DNA exists within every cell in the body, but it’s packaged differently in each cell type or tissue. The bundled-up DNA is called chromatin, and its configuration helps regulate gene expression. It does this by allowing transcription to take place along specific DNA regions as needed during its lifecycle. Thus, cells must be able to control chromatin’s structure and remodeling capabilities to function correctly.
However, disruptions in a cell’s microenvironment, as in disease, can upset the mechanisms that control chromatin. In addition, prolonged disruptions could eventually cause the altered cells to stop responding to environmental cues, even after the conditions have normalized.
To better understand why this occurs, researchers at the University of Pennsylvania’s (UPENN) Perlman School of Medicine decided to investigate cells in degenerating connective tissue due to tendinosis. Specifically, they were interested in learning how environmental changes brought on by the disease affected the spatial organization of chromatin. Their findings were published in the August 22 issue of Nature Biomedical Engineering.
Epigenetic processes like DNA methylation, histone methylation, and histone acetylation control the compaction or accessibility state of chromatin. Relaxed or open chromatin allows transcription factors access to the DNA, while tightly packed chromatin closes off certain parts of the DNA.
In previous articles, we have discussed the importance of chromatin accessibility during early heart development and how chromatin remodeling determines the fate of bone marrow cells in aging. The current article looks at the physical structure of chromatin and how disease affects its dynamic response to external stimuli.
Using the latest super-resolution imaging methods, the team observed human models of tendon cells (tenocytes) and mesenchymal stromal cells (MSCs), which act similarly to stem cells.
When the environments were made to imitate that of a weakened or degenerative tendon via chemical and mechanical alterations, the team observed erroneous chromatin organization within the cells. After the researchers returned the environments back to normal, they also saw that the chromatin remained out of order and that the cell could no longer respond correctly.

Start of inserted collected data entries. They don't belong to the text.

package holonomy

import (
	"fmt"
	"math"
	"math/cmplx"
)

// Mat is a dense, row-major complex matrix sized for the small (2–16 level)
// problems of quantum control. Element (i, j) is Data[i*C+j].
//
// The methods and functions on Mat never allocate unless their doc comment
// says so; destinations are supplied by the caller so that hot loops run
// without garbage. Dimension mismatches are programmer errors and panic.
type Mat struct {
	R, C int
	Data []complex128
}

// NewMat returns a zeroed r×c matrix.
func NewMat(r, c int) *Mat {
	if r < 0 || c < 0 {
		panic("holonomy: negative dimension")
	}
	return &Mat{R: r, C: c, Data: make([]complex128, r*c)}
}

// Identity returns a new n×n identity matrix.
func Identity(n int) *Mat {
	m := NewMat(n, n)
	for i := 0; i < n; i++ {
		m.Data[i*n+i] = 1
	}
	return m
}

// NewMatFrom returns an r×c matrix holding a copy of the row-major data.
func NewMatFrom(r, c int, data []complex128) *Mat {
	if len(data) != r*c {
		panic(fmt.Sprintf("holonomy: NewMatFrom: %d values for %d×%d", len(data), r, c))
	}
	m := NewMat(r, c)
	copy(m.Data, data)
	return m
}

// At returns element (i, j).
func (m *Mat) At(i, j int) complex128 { return m.Data[i*m.C+j] }

// Set sets element (i, j) to v.
func (m *Mat) Set(i, j int, v complex128) { m.Data[i*m.C+j] = v }

// Zero sets every element to zero.
func (m *Mat) Zero() {
	for i := range m.Data {
		m.Data[i] = 0
	}
}

// SetIdentity makes the square matrix m the identity.
func (m *Mat) SetIdentity() {
	mustSquare(m)
	m.Zero()
	for i := 0; i < m.R; i++ {
		m.Data[i*m.C+i] = 1
	}
}

// Copy copies src into m; the shapes must match.
func (m *Mat) Copy(src *Mat) {
	mustSame(m, src)
	copy(m.Data, src.Data)
}

// Clone returns a newly allocated copy of m.
func (m *Mat) Clone() *Mat {
	c := NewMat(m.R, m.C)
	copy(c.Data, m.Data)
	return c
}

// String formats m for diagnostics.
func (m *Mat) String() string {
	s := ""
	for i := 0; i < m.R; i++ {
		s += "["
		for j := 0; j < m.C; j++ {
			if j > 0 {
				s += " "
			}
			v := m.At(i, j)
			s += fmt.Sprintf("%+.6f%+.6fi", real(v), imag(v))
		}
		s += "]\n"
	}
	return s
}

// Mul sets dst = a·b. dst must not share storage with a or b.
func Mul(dst, a, b *Mat) {
	if a.C != b.R || dst.R != a.R || dst.C != b.C {
		panic(fmt.Sprintf("holonomy: Mul: %d×%d · %d×%d into %d×%d", a.R, a.C, b.R, b.C, dst.R, dst.C))
	}
	n, m, p := a.R, a.C, b.C
	if n == 4 && m == 4 && p == 4 {
		mul4(dst.Data, a.Data, b.Data)
		return
	}
	for i := 0; i < n; i++ {
		row := dst.Data[i*p : (i+1)*p]
		for j := range row {
			row[j] = 0
		}
		for k := 0; k < m; k++ {
			aik := a.Data[i*m+k]
			if aik == 0 {
				continue
			}
			brow := b.Data[k*p : (k+1)*p]
			for j, bkj := range brow {
				row[j] += aik * bkj
			}
		}
	}
}

// MulAH sets dst = a†·b. dst must not share storage with a or b.
func MulAH(dst, a, b *Mat) {
	if a.R != b.R || dst.R != a.C || dst.C != b.C {
		panic(fmt.Sprintf("holonomy: MulAH: (%d×%d)† · %d×%d into %d×%d", a.R, a.C, b.R, b.C, dst.R, dst.C))
	}
	n, m, p := a.C, a.R, b.C
	if n == 4 && m == 4 && p == 4 {
		mul4AH(dst.Data, a.Data, b.Data)
		return
	}
	for i := 0; i < n; i++ {
		row := dst.Data[i*p : (i+1)*p]
		for j := range row {
			row[j] = 0
		}
	}
	for k := 0; k < m; k++ {
		brow := b.Data[k*p : (k+1)*p]
		for i := 0; i < n; i++ {
			aki := cmplx.Conj(a.Data[k*a.C+i])
			if aki == 0 {
				continue
			}
			row := dst.Data[i*p : (i+1)*p]
			for j, bkj := range brow {
				row[j] += aki * bkj
			}
		}
	}
}

// MulBH sets dst = a·b†. dst must not share storage with a or b.
func MulBH(dst, a, b *Mat) {
	if a.C != b.C || dst.R != a.R || dst.C != b.R {
		panic(fmt.Sprintf("holonomy: MulBH: %d×%d · (%d×%d)† into %d×%d", a.R, a.C, b.R, b.C, dst.R, dst.C))
	}
	if a.R == 4 && a.C == 4 && b.R == 4 {
		mul4BH(dst.Data, a.Data, b.Data)
		return
	}
	for i := 0; i < a.R; i++ {
		arow := a.Data[i*a.C : (i+1)*a.C]
		for j := 0; j < b.R; j++ {
			brow := b.Data[j*b.C : (j+1)*b.C]
			var s complex128
			for k, v := range arow {
				s += v * cmplx.Conj(brow[k])
			}
			dst.Data[i*dst.C+j] = s
		}
	}
}

// Adjoint sets dst = a† (conjugate transpose). dst must not share storage with a.
func Adjoint(dst, a *Mat) {
	if dst.R != a.C || dst.C != a.R {
		panic("holonomy: Adjoint: shape mismatch")
	}
	for i := 0; i < a.R; i++ {
		for j := 0; j < a.C; j++ {
			dst.Data[j*dst.C+i] = cmplx.Conj(a.Data[i*a.C+j])
		}
	}
}

// Trace returns the trace of the square matrix m.
func Trace(m *Mat) complex128 {
	mustSquare(m)
	var t complex128
	for i := 0; i < m.R; i++ {
		t += m.Data[i*m.C+i]
	}
	return t
}

// FrobeniusDist returns ‖a − b‖ in the Frobenius norm.
func FrobeniusDist(a, b *Mat) float64 {
	mustSame(a, b)
	var s float64
	for i, v := range a.Data {
		d := v - b.Data[i]
		s += real(d)*real(d) + imag(d)*imag(d)
	}
	return math.Sqrt(s)
}

// FrobeniusNorm returns ‖m‖ in the Frobenius norm.
func FrobeniusNorm(m *Mat) float64 {
	var s float64
	for _, v := range m.Data {
		s += real(v)*real(v) + imag(v)*imag(v)
	}
	return math.Sqrt(s)
}

// UnitarityError returns ‖U†U − I‖ in the Frobenius norm. It allocates.
func UnitarityError(u *Mat) float64 {
	p := NewMat(u.C, u.C)
	MulAH(p, u, u)
	for i := 0; i < u.C; i++ {
		p.Data[i*u.C+i]--
	}
	return FrobeniusNorm(p)
}

func mustSquare(m *Mat) {
	if m.R != m.C {
		panic(fmt.Sprintf("holonomy: matrix is %d×%d, not square", m.R, m.C))
	}
}

func mustSame(a, b *Mat) {
	if a.R != b.R || a.C != b.C {
		panic(fmt.Sprintf("holonomy: shapes %d×%d and %d×%d differ", a.R, a.C, b.R, b.C))
	}
}

// mul4 sets dst = a·b for 4×4 row-major matrices, fully unrolled (the
// tripod and other 4-level schemes spend their time here).
func mul4(dst, a, b []complex128) {
	dst, a, b = dst[:16:16], a[:16:16], b[:16:16]
	b00, b01, b02, b03 := b[0], b[1], b[2], b[3]
	b10, b11, b12, b13 := b[4], b[5], b[6], b[7]
	b20, b21, b22, b23 := b[8], b[9], b[10], b[11]
	b30, b31, b32, b33 := b[12], b[13], b[14], b[15]
	for i := 0; i < 16; i += 4 {
		r := a[i : i+4 : i+4]
		a0, a1, a2, a3 := r[0], r[1], r[2], r[3]
		d := dst[i : i+4 : i+4]
		d[0] = a0*b00 + a1*b10 + a2*b20 + a3*b30
		d[1] = a0*b01 + a1*b11 + a2*b21 + a3*b31
		d[2] = a0*b02 + a1*b12 + a2*b22 + a3*b32
		d[3] = a0*b03 + a1*b13 + a2*b23 + a3*b33
	}
}

// mul4AH sets dst = a†·b for 4×4 row-major matrices, fully unrolled.
func mul4AH(dst, a, b []complex128) {
	dst, a, b = dst[:16:16], a[:16:16], b[:16:16]
	b00, b01, b02, b03 := b[0], b[1], b[2], b[3]
	b10, b11, b12, b13 := b[4], b[5], b[6], b[7]
	b20, b21, b22, b23 := b[8], b[9], b[10], b[11]
	b30, b31, b32, b33 := b[12], b[13], b[14], b[15]
	for i := 0; i < 4; i++ {
		a0, a1, a2, a3 := cconj(a[i]), cconj(a[4+i]), cconj(a[8+i]), cconj(a[12+i])
		d := dst[4*i : 4*i+4 : 4*i+4]
		d[0] = a0*b00 + a1*b10 + a2*b20 + a3*b30
		d[1] = a0*b01 + a1*b11 + a2*b21 + a3*b31
		d[2] = a0*b02 + a1*b12 + a2*b22 + a3*b32
		d[3] = a0*b03 + a1*b13 + a2*b23 + a3*b33
	}
}

// mul4BH sets dst = a·b† for 4×4 row-major matrices, fully unrolled.
func mul4BH(dst, a, b []complex128) {
	dst, a, b = dst[:16:16], a[:16:16], b[:16:16]
	b00, b01, b02, b03 := cconj(b[0]), cconj(b[4]), cconj(b[8]), cconj(b[12])
	b10, b11, b12, b13 := cconj(b[1]), cconj(b[5]), cconj(b[9]), cconj(b[13])
	b20, b21, b22, b23 := cconj(b[2]), cconj(b[6]), cconj(b[10]), cconj(b[14])
	b30, b31, b32, b33 := cconj(b[3]), cconj(b[7]), cconj(b[11]), cconj(b[15])
	for i := 0; i < 16; i += 4 {
		r := a[i : i+4 : i+4]
		a0, a1, a2, a3 := r[0], r[1], r[2], r[3]
		d := dst[i : i+4 : i+4]
		d[0] = a0*b00 + a1*b10 + a2*b20 + a3*b30
		d[1] = a0*b01 + a1*b11 + a2*b21 + a3*b31
		d[2] = a0*b02 + a1*b12 + a2*b22 + a3*b32
		d[3] = a0*b03 + a1*b13 + a2*b23 + a3*b33
	}
}

// mulSqBH sets dst = a·b† for n×n row-major matrices; dst must not share
// storage with a or b.
func mulSqBH(dst, a, b []complex128, n int) {
	if n == 4 {
		mul4BH(dst, a, b)
		return
	}
	dst, a, b = dst[:n*n], a[:n*n], b[:n*n]
	for i := 0; i < n; i++ {
		arow := a[i*n : i*n+n]
		for j := 0; j < n; j++ {
			brow := b[j*n : j*n+n]
			brow = brow[:len(arow)]
			var s complex128
			for k, v := range arow {
				s += v * cconj(brow[k])
			}
			dst[i*n+j] = s
		}
	}
}

// cconj returns the complex conjugate of x (inlined, unlike cmplx.Conj in
// older compilers).
func cconj(x complex128) complex128 { return complex(real(x), -imag(x)) }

In contrast, healthy cells tested responded well to the same chemical and mechanical stimulus, indicating that the diseased cells may have either forgotten or couldn’t find the exact information they needed to re-organize correctly.
The researchers speculate that these changes don’t allow the damaged cells to heal properly and could benefit from targeted therapies.

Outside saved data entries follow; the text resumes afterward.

func TestDCZTripodPhaseGate(t *testing.T) {
	// Duan, Cirac and Zoller (2001): with Ω₀ = 0, Ω₁ = Ω sinθ e^{iφ},
	// Ω_a = Ω cosθ, the same loop leaves |0⟩ alone and gives |1⟩ the phase
	// −φ₀ sin²θ₀ (magnitude φ₀ sin²θ₀; the sign from A_φ = −sin²θ for the
	// dark state cosθ|1⟩ − sinθ e^{iφ}|a⟩ and the package convention).
	w := NewWilson(Tripod())
	for _, a := range [][2]float64{{math.Pi / 3, math.Pi / 2}, {1.2, 2.5}, {0.5, 5}} {
		ph := -a[1] * math.Pow(math.Sin(a[0]), 2)
		res, err := w.Adaptive(geoSector(a[0], a[1], geoTripodPhase), AdaptiveOptions{Points: 48, Tol: 1e-10, Extrapolate: true})
		if err != nil {
			t.Fatalf("%v: %v", a, err)
		}
		want := NewMatFrom(2, 2, []complex128{1, 0, 0, cmplx.Exp(complex(0, ph))})
		d := FrobeniusDist(res.U, want)
		if d > 1e-8 {
			t.Errorf("(θ₀, φ₀) = %v: U =\n%vwant diag(1, e^{%gi})", a, res.U, ph)
		}
		t.Logf("(θ₀, φ₀) = (%.3f, %.3f): ‖U − diag(1, e^{iγ})‖ = %.1e with %d points", a[0], a[1], d, res.Points)
	}
}

// geoSmoothTripod is a smooth loop with complex drives and no symmetry.
func geoSmoothTripod(s float64, p Point) {
	x := 2 * math.Pi * s
	sx := math.Sin(x / 2)
	th := 1.1 * sx * sx
	ph := 0.4*math.Sin(x) + 0.9*(1-math.Cos(x))
	p.Drive[0] = cmplx.Rect(geoOmega*math.Sin(th)*math.Cos(ph), 0.3*math.Sin(x))
	p.Drive[1] = cmplx.Rect(geoOmega*math.Sin(th)*math.Sin(ph), 0.5*(1-math.Cos(x)))
	p.Drive[2] = complex(geoOmega*math.Cos(th), 0)
}

func TestWilsonConvergenceOrder(t *testing.T) {
	// The discrete Wilson loop is a symmetric one-step method (reversing a
	// step inverts its factor), so its error on a smooth loop falls as 1/N²
	// with an even expansion; Richardson extrapolation then gives 1/N⁴.
	// Measured against the exact Berry phase (Berry 1984) and, for a
	// generic tripod loop, against a converged extrapolated reference.
	order := func(ns []int, errs []float64) float64 {
		// least-squares slope of log err against log N
		var sx, sy, sxx, sxy float64
		for i := range ns {
			x, y := math.Log(float64(ns[i])), math.Log(errs[i])
			sx, sy, sxx, sxy = sx+x, sy+y, sxx+x*x, sxy+x*y
		}
		m := float64(len(ns))
		return -(m*sxy - sx*sy) / (m*sxx - sx*sx)
	}
	ns := []int{32, 64, 128, 256, 512}
	// Spin-½ cone, exact phase.
	{
		th := 0.9
		want := cmplx.Exp(complex(0, -math.Pi*(1-math.Cos(th))))
		w := NewWilson(Spin(1, 0))
		u := NewMat(1, 1)
		var errs []float64
		for _, n := range ns {
			if _, err := w.Loop(geoCone(th, 1), n, u); err != nil {
				t.Fatal(err)
			}
			errs = append(errs, cmplx.Abs(u.Data[0]-want))
		}
		q := order(ns, errs)
		t.Logf("spin-½ cone: errors %.2e … %.2e, order %.3f", errs[0], errs[len(errs)-1], q)
		if q < 1.95 {
			t.Errorf("spin-½ cone: convergence order %.3f < 2", q)
		}
	}
	// No rounding floor at large N: the 1/N² law still holds from 16384 to
	// 65536 points (errors near 1e-9), and the tracked eigenbasis stays
	// orthonormal to rounding.
	{
		th := 0.9
		want := cmplx.Exp(complex(0, -math.Pi*(1-math.Cos(th))))
		w := NewWilson(Spin(1, 0))
		u := NewMat(1, 1)
		var errs []float64
		for _, n := range []int{16384, 65536} {
			if _, err := w.Loop(geoCone(th, 1), n, u); err != nil {
				t.Fatal(err)
			}
			errs = append(errs, cmplx.Abs(u.Data[0]-want))
		}
		q := math.Log(errs[0]/errs[1]) / math.Log(4)
		t.Logf("spin-½ cone at large N: errors %.2e, %.2e, order %.3f", errs[0], errs[1], q)
		if q < 1.95 {
			t.Errorf("spin-½ cone at large N: order %.3f", q)
		}
		// The drift of the warm-started tracker (the closed-form dark
		// basis of the tripod has none to accumulate, so take the general
		// path here).
		wt := NewWilson(Tripod())
		wt.noFast = true
		if _, err := wt.Loop(geoSmoothTripod, 65536, NewMat(2, 2)); err != nil {
			t.Fatal(err)
		}
		if e := UnitarityError(wt.tr.v); e > 1e-13 {
			t.Errorf("tracked basis after 65536 points: ‖V†V − I‖ = %.2g", e)
		}
	}
	// Generic tripod loop (non-Abelian), reference by extrapolation.
	{
		w := NewWilson(Tripod())
		ref, err := w.Adaptive(geoSmoothTripod, AdaptiveOptions{Tol: 1e-13, Extrapolate: true})
		if err != nil {
			t.Fatal(err)
		}
		u, u2 := NewMat(2, 2), NewMat(2, 2)
		var errs, rerrs []float64
		for _, n := range ns {
			if _, err := w.Loop(geoSmoothTripod, n, u); err != nil {
				t.Fatal(err)
			}
			errs = append(errs, FrobeniusDist(u, ref.U))
			if _, err := w.Loop(geoSmoothTripod, 2*n, u2); err != nil {
				t.Fatal(err)
			}
			r := NewMat(2, 2)
			richardson(w.tr.pol, r, u2, u, NewMat(2, 2))
			rerrs = append(rerrs, FrobeniusDist(r, ref.U))
		}
		q, qr := order(ns, errs), order(ns[:4], rerrs[:4])
		t.Logf("tripod loop: errors %.2e … %.2e, order %.3f; extrapolated %.2e … %.2e, order %.3f (reference with %d points)",
			errs[0], errs[len(errs)-1], q, rerrs[0], rerrs[3], qr, ref.Points)
		if q < 1.95 {
			t.Errorf("tripod: convergence order %.3f < 2", q)
		}
		if qr < 3.8 {
			t.Errorf("tripod: extrapolated order %.3f < 4", qr)
		}
	}
}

“While we discovered that cells in diseased microenvironments lose their epigenetic memory, these results also suggest that epigenetic treatments – like small molecule medications – could restore healthy genome organization and may prove effective treatments in conditions affecting dense tissues. That’s something that we plan to follow up on and test,” said Melike Lakadamyali, PhD, Associate Professor of Physiology at PENN and senior author.

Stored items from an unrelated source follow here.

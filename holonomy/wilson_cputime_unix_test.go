//go:build unix

package holonomy

import (
	"syscall"
	"time"
)

// geoProcessCPU returns the CPU time (user + system) used by the process so
// far. Benchmarks report it per loop point besides the wall-clock time, which
// on a shared machine also counts the time other processes hold the core.
func geoProcessCPU() (time.Duration, bool) {
	var ru syscall.Rusage
	if err := syscall.Getrusage(syscall.RUSAGE_SELF, &ru); err != nil {
		return 0, false
	}
	return time.Duration(ru.Utime.Nano() + ru.Stime.Nano()), true
}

Interestingly, the observations depicted in this study have led to a new theory that is based on two different branches of science – physics and biology.
“We were able to explain the role of mechanical forces on the 3-D organization of chromatin by developing a theory that integrates fundamental thermodynamic principles (physics) with the kinetics of epigenetic regulation (biology),” said Vivek Shenoy, PhD, co-author and director of the Penn Center for Engineering and Mechanobiology and Eduardo D. Glandt President’s Distinguished Professor at UPENN Engineering.
Already having secured the appropriate grants, the researchers plan to study how disease-disrupted genomes affect cartilage and meniscus cells. In addition, they will look into whether aging also has a similar outcome.
“Once we understand these and the specific cellular processes that makes them happen,” said Robert L. Mauck, PhD, professor of Orthopaedic Surgery and director of UPENN’s McKay Orthopaedic Research Laboratory. “We can use small molecule drugs as skeleton keys to either try to stop it from happening or reverse the process.”
Source: Su-Jin Heo, et al. Aberrant chromatin reorganization in cells from diseased fibrous connective tissue in response to altered chemomechanical cues. Nature Biomedical Engineering, August 2022.
Reference: The Locked Library: Disease Causes Cells to Reorder Their DNA Incorrectly. University of Pennsylvania School of Medicine. August 22, 2022.